In Türkei sieht jeder Zweite Meinungsfreiheit als gefährdet an

Istanbul (APA/AFP) - In der Türkei sieht mehr als jeder zweite Bürger laut einer Umfrage die Meinungsfreiheit als gefährdet an. In der Befra...

Istanbul (APA/AFP) - In der Türkei sieht mehr als jeder zweite Bürger laut einer Umfrage die Meinungsfreiheit als gefährdet an. In der Befragung der Istanbuler Koc-Universität gaben laut Medienberichten vom Freitag 56 Prozent der Teilnehmer an, Einwohner in der Türkei könnten nicht frei und ohne Angst vor Repressalien ihre Meinung sagen.
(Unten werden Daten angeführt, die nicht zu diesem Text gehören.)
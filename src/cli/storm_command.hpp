#pragma once

#include "cli/storm_options.hpp"
#include "rainledger/cli/exit_status.hpp"

namespace rainledger {

/// Runs `rainledger storm`: a scenario's storms, a design storm from a table of statistics, or the
/// events of a gauge record; the summary and the files.
[[nodiscard]] ExitStatus run_storm(const StormOptions& options);

}  // namespace rainledger
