#pragma once

#include <optional>
#include <span>
#include <string>
#include <string_view>
#include <vector>

#include "cli/output_files.hpp"
#include "cli/terminal.hpp"
#include "rainledger/base/diagnostic.hpp"
#include "rainledger/chart/chart.hpp"
#include "rainledger/cli/exit_status.hpp"
#include "rainledger/scenario/scenario.hpp"

// The files of one run, read and written: what every command that has some shares.
namespace rainledger {

/// Ends a run whose input is wrong; an unreadable file counts less than a wrong one.
[[nodiscard]] ExitStatus refuse(const Messages& messages, const Diagnostics& diagnostics);

/// Ends a run for a command line that is wrong.
[[nodiscard]] ExitStatus wrong_usage(std::string_view command, std::string_view problem);

/// Every diagnostic as the JSON lists it: "FILE:LINE:COLUMN: MESSAGE".
[[nodiscard]] std::vector<std::string> listed(const Diagnostics& diagnostics);

/// An output file that the command line names.
struct Output {
    std::string_view option;  ///< "ledger"
    std::string path;
};
/// Adds the file of an option, if it was given and is not "-".
void add_output(std::vector<Output>& outputs, std::string_view option,
                const std::optional<std::string>& path);

/// What is wrong with the outputs: two that are one file, one that is the input itself, or two
/// results on standard output. `noun` is "scenario".
[[nodiscard]] std::string outputs_problem(std::span<const Output> outputs, const std::string& input,
                                          std::string_view noun);
[[nodiscard]] std::string standard_output_problem(const std::optional<std::string>& json,
                                                  const std::optional<std::string>& chart);
/// What is wrong with them once it is known what the storms were read from.
[[nodiscard]] std::string rain_files_problem(std::span<const Output> outputs,
                                             std::span<const Storm> storms);

/// The names of storms or surfaces.
template <class Named>
[[nodiscard]] std::vector<std::string> names_of(const std::vector<Named>& items) {
    std::vector<std::string> names;
    names.reserve(items.size());
    for (const Named& item : items)
        names.push_back(item.name);
    return names;
}
/// The names, of very many the first and a count: "a, b, c and 5 more".
[[nodiscard]] std::string first_names(std::span<const std::string> names);
/// What is wrong with a name that chooses one of `names`: the nearest one, or those names.
[[nodiscard]] std::string name_problem(std::string_view option, const std::string& typed,
                                       std::span<const std::string> names);

/// Opens every output, in order.
[[nodiscard]] bool open_all(OutputFiles& files, std::span<const Output> outputs,
                            std::string& problem);
/// Writes standard output and then gives the files their names.
[[nodiscard]] bool finish(OutputFiles& files, std::string_view shown, std::string& problem);
/// Ends a run whose results could not be written.
[[nodiscard]] ExitStatus cannot_write(const Messages& messages, const std::string& problem);
/// Ends a run whose chart could not be drawn, or of which too much was asked.
[[nodiscard]] ExitStatus cannot_draw(std::string_view command, const Messages& messages,
                                     const Chart& chart);

}  // namespace rainledger
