#include "cli/terminal.hpp"

#include <cerrno>
#include <cstddef>
#include <cstdlib>
#include <system_error>

#include <fcntl.h>
#include <unistd.h>

#include "rainledger/base/printable.hpp"
#include "rainledger/base/whole_file.hpp"

namespace rainledger {
namespace {

constexpr std::size_t kMostErrors = 50;

void print_error_text(std::string_view text) {
    // There is nowhere left to tell of a failure here.
    static_cast<void>(write_all(STDERR_FILENO, text));
}

bool wants_colour() {
    const char* const no_colour = std::getenv("NO_COLOR");
    if (no_colour != nullptr && *no_colour != '\0') return false;
    const char* const terminal = std::getenv("TERM");
    if (terminal == nullptr || std::string_view(terminal) == "dumb") return false;
    return ::isatty(STDERR_FILENO) == 1;
}

}  // namespace

void keep_standard_descriptors() {
    // open() takes the lowest free number, so each closed one is filled in turn; for reading only,
    // so that results written to a closed standard output are told as lost.
    for (int descriptor = STDIN_FILENO; descriptor <= STDERR_FILENO; ++descriptor)
        if (::fcntl(descriptor, F_GETFD) == -1 && ::open("/dev/null", O_RDONLY) == -1) return;
}

bool write_results(std::string_view text, std::string& problem) {
    const int error = write_all(STDOUT_FILENO, text);
    if (error == 0 || error == EPIPE) return true;
    problem = std::system_category().message(error);
    return false;
}

Messages::Messages(bool quiet) : quiet_(quiet), colour_(wants_colour()) {}

void Messages::print(std::string_view text) const {
    print_error_text(text);
}

void Messages::error(std::string_view text) const {
    print("rainledger: " + printable(text) + "\n");
}

void Messages::note(std::string_view text) const {
    if (!quiet_) print("rainledger: note: " + printable(text) + "\n");
}

void Messages::show(const Diagnostics& diagnostics) const {
    std::string out;
    std::size_t errors = 0;
    for (const Diagnostic& diagnostic : diagnostics.list()) {
        const bool is_error = diagnostic.severity == Severity::error;
        if (is_error && ++errors > kMostErrors) continue;
        if (is_error || !quiet_) out += render(diagnostic, colour_);
    }
    if (errors > kMostErrors)
        out += "rainledger: " + std::to_string(errors - kMostErrors) + " more errors not shown\n";
    print(out);
}

void print_wrong_usage(std::string_view command, std::string_view problem) {
    std::string name = "rainledger";
    if (!command.empty()) name += " " + std::string(command);
    print_error_text(printable(name + ": " + std::string(problem)) + "\nSee '" + name +
                     " --help'.\n");
}

}  // namespace rainledger
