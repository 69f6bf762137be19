#pragma once

#include <cstddef>
#include <string>
#include <string_view>
#include <vector>

#include "rainledger/base/whole_file.hpp"

namespace rainledger {

/// Makes an interrupt (SIGINT, SIGTERM, SIGHUP) remove the temporary files of every OutputFiles and
/// end the program with status 130, and a closed pipe or an exhausted file size limit show up as a
/// failed write instead of killing the program.
void catch_signals();

/// The output files of one run: all opened, then all written, then all committed. Whatever was not
/// committed leaves nothing behind, after a signal neither. At most eight files.
class OutputFiles {
public:
    OutputFiles() = default;
    OutputFiles(const OutputFiles&) = delete;
    OutputFiles& operator=(const OutputFiles&) = delete;
    ~OutputFiles();

    /// Opens a file. False with `problem` ("PATH: no such file or directory") on failure.
    [[nodiscard]] bool open(const std::string& path, std::string& problem);
    /// Writes the first file, in the order of opening, that is not written yet. Two of them may be
    /// one device, so their names do not tell them apart.
    [[nodiscard]] bool write_next(std::string_view content, std::string& problem);
    /// Gives every file its name.
    [[nodiscard]] bool commit(std::string& problem);

private:
    std::vector<WholeFile> files_;
    std::size_t written_ = 0;
};

}  // namespace rainledger
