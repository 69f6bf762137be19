#include <algorithm>
#include <filesystem>
#include <initializer_list>
#include <string_view>
#include <utility>
#include <vector>

#include "cli/storm_sources.hpp"
#include "rainledger/base/whole_file.hpp"
#include "rainledger/scenario/storm_making.hpp"

namespace rainledger {
namespace {

char lower(char c) {
    return c >= 'A' && c <= 'Z' ? static_cast<char>(c - 'A' + 'a') : c;
}

bool has_scenario_ending(const std::string& path) {
    std::string ending = std::filesystem::path(path).extension().string();
    std::ranges::transform(ending, ending.begin(), lower);
    return ending == ".yaml" || ending == ".yml";
}

/// The first line that says something: neither blank nor a comment.
std::string_view first_line(std::string_view text) {
    constexpr std::string_view kBlanks = " \t\r";
    while (!text.empty()) {
        const std::size_t end = std::min(text.find('\n'), text.size());
        const std::string_view line = text.substr(0, end);
        const std::size_t at = line.find_first_not_of(kBlanks);
        if (at != std::string_view::npos && line[at] != '#') return line.substr(at);
        text.remove_prefix(std::min(end + 1, text.size()));
    }
    return {};
}

/// A key with its colon, or a marker of YAML: no row of a CSV file begins so.
bool begins_as_scenario(std::string_view text) {
    const std::string_view line = first_line(text);
    if (line.starts_with("---") || line.starts_with("{") || line.starts_with("%YAML")) return true;
    const std::size_t colon = line.find(':');
    if (colon == std::string_view::npos || colon == 0) return false;
    const bool ends_key = colon + 1 == line.size() || line[colon + 1] == ' ' ||
                          line[colon + 1] == '\r' || line[colon + 1] == '\t';
    return ends_key && line.substr(0, colon).find_first_of(",;\t \"") == std::string_view::npos;
}

/// The cells of a header row in small letters, without blanks, quotes or units.
std::vector<std::string> header_names(std::string_view line) {
    std::vector<std::string> names(1);
    bool in_unit = false;
    for (const char c : line) {
        in_unit = c == '[' || (in_unit && c != ']');
        if (c == ',' || c == ';' || c == '\t')
            names.emplace_back();
        else if (!in_unit && std::string_view(" \r\"]").find(c) == std::string_view::npos)
            names.back() += lower(c);
    }
    return names;
}

}  // namespace

bool looks_like_tips(const std::string& text) {
    const std::vector<std::string> names = header_names(first_line(text));
    const auto holds = [&](std::initializer_list<std::string_view> wanted) {
        return std::ranges::any_of(wanted, [&](std::string_view name) {
            return std::ranges::find(names, name) != names.end();
        });
    };
    if (holds({"depth", "intensity", "cumulative"})) return false;
    return (names.size() == 1 && holds({"time"})) || holds({"tips", "count"});
}

std::optional<std::string> read_file(const std::string& path, Diagnostics& diagnostics) {
    std::string problem;
    auto text = read_whole_file(path, problem);
    if (!text) diagnostics.unreadable({path, 0, 0, {}}, "cannot read the file: " + problem);
    return text;
}

std::optional<StormInput> read_storm_input(const StormOptions& options, Diagnostics& diagnostics) {
    auto text = read_file(options.input, diagnostics);
    if (!text) return std::nullopt;
    if (has_scenario_ending(options.input))
        return StormInput{InputKind::scenario, *std::move(text), "by its ending"};
    if (options.tip_mm) return StormInput{InputKind::rain, *std::move(text), {}};
    if (looks_like_statistics(*text))
        return StormInput{InputKind::statistics, *std::move(text), "its rows are durations"};
    if (begins_as_scenario(*text))
        return StormInput{InputKind::scenario, *std::move(text), "it begins with a key"};
    return StormInput{InputKind::rain, *std::move(text), {}};
}

std::string take_steps(const StormOptions& options, Storm& storm) {
    constexpr double kMostSteps = 1.0e7;  // a slip in --every, not a wish
    if (!options.every_h) return {};
    if (own_duration_h(storm.rain) > kMostSteps * *options.every_h)
        return "--every: that step would cut a storm into more than 10 million";
    const std::optional<ResampledFrom> before = storm.resampled;
    resample_storm(storm, *options.every_h);
    // Peaks are told before the allowance, and the first of two changes of step counts.
    if (storm.multiply_by > 0.0) {
        storm.resampled->peak_before_mm_per_h /= storm.multiply_by;
        storm.resampled->peak_after_mm_per_h /= storm.multiply_by;
    }
    if (before) storm.resampled->peak_before_mm_per_h = before->peak_before_mm_per_h;
    storm.continued_h = 0.0;
    return {};
}

}  // namespace rainledger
Das waren zwölf Prozentpunkte mehr als noch vor vier Jahren.

Mit einem Anteil von 45 Prozent ist zudem fast die Hälfte der türkischen Bevölkerung davon überzeugt, dass der Staat die Menschenrechte nicht achtet. Kritiker werfen Präsident Recep Tayyip Erdogan und der Regierungspartei AKP vor, die Meinungsfreiheit in der Türkei immer weiter einzuschränken.

Kürzlich hatte die Regierung ein neues Sicherheitsgesetz verabschiedet, das der Polizei mehr Befugnisse zusprach. Derzeit laufen zudem mehrere Dutzend Strafverfahren gegen Journalisten und Aktivisten, die Erdogan mit kritischen Äußerungen beleidigt haben sollen.

Die Koc-Universität befragte für die Studie zusammen mit der Universität Ohio und der Stiftung für eine Offene Gesellschaft (Open Society Foundation) des US-Milliardärs George Soros mehr als 2.200 türkische Bürger. Dabei sprachen sich 60 Prozent der Befragten für eine neue Verfassung aus. Die derzeitige türkische Verfassung stammt noch aus der Zeit nach dem letzten Militärputsch von 1980.